TASK BRIEF: Please copy exactly the lines that run from the start of the entries to the line containing "assert!((model.log10_probability(&[s, a], b)", inclusive.

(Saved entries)

════════════════

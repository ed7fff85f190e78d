//! Reader, writer and query checks on small hand-written ARPA files.

use crate::{ArpaModel, LmError, LmState, WordIndex};

/// A small trigram model in back-off form (values invented for the test; the back-off arithmetic
/// below follows the ARPA format's definition, common practice).
const TRIGRAM: &str = "\
free text before the header is ignored

\\data\\
ngram 1=5
ngram 2=4
ngram 3=2

\\1-grams:
-1.0\t<s>\t-0.5
-0.6\ta\t-0.3
-0.7\tb\t-0.2
-0.8\t</s>
-1.5\t<unk>

\\2-grams:
-0.2\t<s> a\t-0.1
-0.3\ta b\t-0.05
-0.4\tb </s>
-0.35\tb a

\\3-grams:
-0.1\t<s> a b
-0.15\ta b </s>

\\end\\
";

fn trigram() -> ArpaModel {
    ArpaModel::read_from(TRIGRAM.as_bytes(), "trigram.arpa").unwrap()
}

fn index(model: &ArpaModel, word: &str) -> WordIndex {
    model.word_index(word).unwrap()
}

#[test]
fn reads_counts_and_vocabulary() {
    let model = trigram();
    assert_eq!(model.order(), 3);
    assert_eq!(model.ngram_counts(), vec![5, 4, 2]);
    assert_eq!(
        model.vocabulary().collect::<Vec<_>>(),
        ["<s>", "a", "b", "</s>", "<unk>"]
    );
    assert_eq!(model.unknown_word(), Some(WordIndex(4)));
}

#[test]
fn back_off_follows_the_arpa_definition() {
    let model = trigram();
    let (s, a, b, end) = (
        index(&model, "<s>"),
        index(&model, "a"),
        index(&model, "b"),
        index(&model, "</s>"),
    );
    // P(a | <s>) is listed.
    assert!((model.log10_probability(&[s], a) - -0.2).abs() < 1e-12);
    // P(b | <s> a) is listed as a trigram.
    assert!((model.log10_probability(&[s, a], b) - -0.1).abs() < 1e-12);
    // P(a | <s> a): no trigram "<s> a a", back off with bo(<s> a) = -0.1 to P(a | a): no bigram
    // "a a", back off with bo(a) = -0.3 to P(a) = -0.6. Total -0.1 - 0.3 - 0.6 = -1.0.
    assert!((model.log10_probability(&[s, a], a) - -1.0).abs() < 1e-12);
    // P(</s> | b a): context "b a" has no extension (its back-off weight is 1), then P(</s> | a):
    // no bigram, bo(a) = -0.3, P(</s>) = -0.8. Total -1.1.
    assert!((model.log10_probability(&[b, a], end) - -1.1).abs() < 1e-12);
}

#[test]
fn state_queries_agree_with_the_back_off_recursion() {
    let model = trigram();
    let words: Vec<WordIndex> = model.predictable_words().collect();
    // Every sentence of up to four words over the vocabulary: the state-based path must give the
    // same total as the double-precision recursion over the full history.
    let mut sentences: Vec<Vec<WordIndex>> = vec![vec![]];
    for _ in 0..4 {
        let longer: Vec<Vec<WordIndex>> = sentences
            .iter()
            .flat_map(|sentence| {
                words.iter().map(move |&word| {
                    let mut next = sentence.clone();
                    next.push(word);
                    next
                })
            })
            .collect();
        sentences.extend(longer.into_iter().filter(|sentence| sentence.len() <= 4));
        sentences.sort();
        sentences.dedup();
    }
    let start = index(&model, "<s>");
    for sentence in &sentences {
        let mut state = model.sentence_start();
        let mut fast = 0.0f64;
        let mut slow = 0.0f64;
        let mut history = vec![start];
        for &word in sentence {
            let (log10_prob, next) = model.score(&state, word);
            fast += f64::from(log10_prob);
            slow += model.log10_probability(&history, word);
            history.push(word);
            state = next;
        }
        fast += f64::from(model.sentence_end(&state));
        slow += model.log10_probability(&history, index(&model, "</s>"));
        assert!((fast - slow).abs() < 1e-5, "{sentence:?}: {fast} vs {slow}");
    }
}

#[test]
fn states_keep_only_contexts_that_can_matter() {
    let model = trigram();
    let (a, b, end) = (
        index(&model, "a"),
        index(&model, "b"),
        index(&model, "</s>"),
    );
    // After "<s> a b" the longest suffix that is a context of a longer n-gram is "a b".
    let (_, state) = model.score(&model.sentence_start(), a);
    let (_, state) = model.score(&state, b);
    assert_eq!(state.context_length(), 2);
    // "b </s>" is nobody's prefix and "</s>" neither: the state becomes empty.
    let (_, state) = model.score(&state, end);
    assert_eq!(state, LmState::EMPTY);
    // "b a" has no extension, but "a" has: the state is the one-word context.
    let (_, after_b) = model.score(&LmState::EMPTY, b);
    let (_, state) = model.score(&after_b, a);
    assert_eq!(state.context_length(), 1);
}

#[test]
fn round_trips_through_plain_and_gzip_files() {
    let model = trigram();
    let folder = tempfile::tempdir().unwrap();
    for name in ["model.arpa", "model.arpa.gz"] {
        let path = folder.path().join(name);
        model.write_arpa(&path).unwrap();
        let again = ArpaModel::read(&path).unwrap();
        assert_eq!(again.ngram_counts(), model.ngram_counts());
        let mut first = Vec::new();
        let mut second = Vec::new();
        model.write_arpa_to(&mut first).unwrap();
        again.write_arpa_to(&mut second).unwrap();
        assert_eq!(first, second);
    }
}

fn read_error(text: &str) -> (usize, String) {
    match ArpaModel::read_from(text.as_bytes(), "bad.arpa") {
        Err(LmError::Arpa { line, message, .. }) => (line, message),
        other => panic!("expected an ARPA error, got {other:?}"),
    }
}

#[test]
fn wrong_counts_are_reported_with_the_line() {
    let text = TRIGRAM.replace("ngram 2=4", "ngram 2=5");
    let (line, message) = read_error(&text);
    assert_eq!(line, 21, "{message}"); // the '\3-grams:' line that ends the short section
    assert!(
        message.contains("announced 5 2-grams, found 4"),
        "{message}"
    );
    let text = TRIGRAM.replace("ngram 3=2", "ngram 3=1");
    let (line, message) = read_error(&text);
    assert_eq!(line, 23, "{message}");
    assert!(
        message.contains("announced 1 3-grams, found more"),
        "{message}"
    );
}

#[test]
fn a_missing_end_marker_is_reported() {
    let text = TRIGRAM.replace("\\end\\\n", "");
    let (line, message) = read_error(&text);
    assert_eq!(line, 24, "{message}"); // the last line of the file
    assert!(message.contains("expected '\\end\\'"), "{message}");
}

#[test]
fn a_non_numeric_probability_is_reported_with_the_line() {
    let text = TRIGRAM.replace("-0.7\tb\t-0.2", "minus\tb\t-0.2");
    let (line, message) = read_error(&text);
    assert_eq!(line, 11, "{message}");
    assert!(message.contains("found 'minus'"), "{message}");
    let text = TRIGRAM.replace("-0.3\ta b\t-0.05", "-0.3\ta b\tx");
    let (line, message) = read_error(&text);
    assert_eq!(line, 17, "{message}");
    assert!(message.contains("back-off weight"), "{message}");
}

#[test]
fn structural_problems_are_reported_with_the_line() {
    let (line, message) = read_error(&TRIGRAM.replace("-0.4\tb </s>", "-0.4\tb zzz"));
    assert_eq!(line, 18);
    assert!(
        message.contains("'zzz' is not in the unigram list"),
        "{message}"
    );
    let (line, message) = read_error(&TRIGRAM.replace("-0.35\tb a", "-0.35\ta b"));
    assert_eq!(line, 19);
    assert!(message.contains("listed twice"), "{message}");
    let (_, message) = read_error("no header at all\n");
    assert!(message.contains("\\data\\"), "{message}");
}

#[test]
fn missing_prefixes_and_suffixes_are_implied_without_changing_probabilities() {
    // "b a </s>" is listed but its suffix "a </s>" is not (as after some pruning tools).
    let model = ArpaModel::read_from(
        TRIGRAM
            .replace("-0.15\ta b </s>", "-0.15\tb a </s>")
            .as_bytes(),
        "x.arpa",
    )
    .unwrap();
    assert_eq!(model.implied_ngrams(), 1);
    assert_eq!(model.ngram_counts(), vec![5, 5, 2]);
    let (a, b, end) = (
        index(&model, "a"),
        index(&model, "b"),
        index(&model, "</s>"),
    );
    // The implied "a </s>" carries what back-off gave: bo(a) + P(</s>) = -0.3 - 0.8 = -1.1.
    assert!((model.log10_probability(&[a], end) - -1.1).abs() < 1e-12);
    assert!((model.log10_probability(&[b, a], end) - -0.15).abs() < 1e-12);
    // "b b </s>" is listed but its prefix "b b" is not: implied with bo(b) + P(b) = -0.9.
    let model = ArpaModel::read_from(
        TRIGRAM
            .replace("-0.15\ta b </s>", "-0.15\tb b </s>")
            .as_bytes(),
        "x.arpa",
    )
    .unwrap();
    assert_eq!(model.implied_ngrams(), 1);
    assert!((model.log10_probability(&[b], b) - -0.9).abs() < 1e-12);
    assert!((model.log10_probability(&[b, b], end) - -0.15).abs() < 1e-12);
    // The state-based path agrees with the recursion on the repaired model.
    let (log10_b, state) = model.score(&model.score(&LmState::EMPTY, b).1, b);
    assert!((f64::from(log10_b) - -0.9).abs() < 1e-6);
    assert!((f64::from(model.sentence_end(&state)) - -0.15).abs() < 1e-6);
}

/// Issue 16: a header count was used as an allocation size (an abort for `ngram 1=99999999999`,
/// a capacity-overflow panic for `ngram 2=9999999999999999999`). Now a count beyond what the
/// file can hold is an error naming the file, the line and the bound, and counts within it
/// reserve nothing beyond a fixed amount.
#[test]
fn header_counts_beyond_the_file_are_errors_not_allocations() {
    let folder = tempfile::tempdir().unwrap();
    let path = folder.path().join("huge.arpa");
    for (header, line) in [
        ("ngram 1=99999999999\n", 2),
        ("ngram 1=5\nngram 2=9999999999999999999\n", 3),
        ("ngram 1=18446744073709551615\n", 2),
    ] {
        std::fs::write(
            &path,
            format!("\\data\\\n{header}\n\\1-grams:\n-1\ta\n\\end\\\n"),
        )
        .unwrap();
        let message = ArpaModel::read(&path).unwrap_err().to_string();
        assert!(
            message.contains(&format!("huge.arpa, line {line}:"))
                && message.contains("holds at most"),
            "{message}"
        );
    }
    // The same count through a reader of unknown size: bounded by the per-order maximum, and
    // otherwise found out by the count check at the end of the section, without reserving it.
    let text = "\\data\\\nngram 1=4000000000\n\n\\1-grams:\n-1\ta\n\\end\\\n";
    let message = ArpaModel::read_from(text.as_bytes(), "stream.arpa")
        .unwrap_err()
        .to_string();
    assert!(message.contains("at most"), "{message}");
    let text = "\\data\\\nngram 1=40000000\n\n\\1-grams:\n-1\ta\n\\end\\\n";
    let message = ArpaModel::read_from(text.as_bytes(), "stream.arpa")
        .unwrap_err()
        .to_string();
    assert!(
        message.contains("announced 40000000 1-grams, found 1"),
        "{message}"
    );
}

/// A gzip stream can decompress into one endless line; lines are capped.
#[test]
fn an_endless_line_is_an_error() {
    let mut text = b"\\data\\\nngram 1=1\n\n\\1-grams:\n-1\t".to_vec();
    text.extend(std::iter::repeat_n(b'a', crate::arpa::MAX_LINE_BYTES + 10));
    let message = ArpaModel::read_from(text.as_slice(), "long.arpa")
        .unwrap_err()
        .to_string();
    assert!(
        message.contains("long.arpa, line 5:") && message.contains("longer"),
        "{message}"
    );
}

════════════════

PROBLEM SOLUTION:
repository ed7fff85f190e78d
//! Reader, writer and query checks on small hand-written ARPA files.

use crate::{ArpaModel, LmError, LmState, WordIndex};

/// A small trigram model in back-off form (values invented for the test; the back-off arithmetic
/// below follows the ARPA format's definition, common practice).
const TRIGRAM: &str = "\
free text before the header is ignored

\\data\\
ngram 1=5
ngram 2=4
ngram 3=2

\\1-grams:
-1.0\t<s>\t-0.5
-0.6\ta\t-0.3
-0.7\tb\t-0.2
-0.8\t</s>
-1.5\t<unk>

\\2-grams:
-0.2\t<s> a\t-0.1
-0.3\ta b\t-0.05
-0.4\tb </s>
-0.35\tb a

\\3-grams:
-0.1\t<s> a b
-0.15\ta b </s>

\\end\\
";

fn trigram() -> ArpaModel {
    ArpaModel::read_from(TRIGRAM.as_bytes(), "trigram.arpa").unwrap()
}

fn index(model: &ArpaModel, word: &str) -> WordIndex {
    model.word_index(word).unwrap()
}

#[test]
fn reads_counts_and_vocabulary() {
    let model = trigram();
    assert_eq!(model.order(), 3);
    assert_eq!(model.ngram_counts(), vec![5, 4, 2]);
    assert_eq!(
        model.vocabulary().collect::<Vec<_>>(),
        ["<s>", "a", "b", "</s>", "<unk>"]
    );
    assert_eq!(model.unknown_word(), Some(WordIndex(4)));
}

#[test]
fn back_off_follows_the_arpa_definition() {
    let model = trigram();
    let (s, a, b, end) = (
        index(&model, "<s>"),
        index(&model, "a"),
        index(&model, "b"),
        index(&model, "</s>"),
    );
    // P(a | <s>) is listed.
    assert!((model.log10_probability(&[s], a) - -0.2).abs() < 1e-12);
    // P(b | <s> a) is listed as a trigram.
    assert!((model.log10_probability(&[s, a], b) - -0.1).abs() < 1e-12);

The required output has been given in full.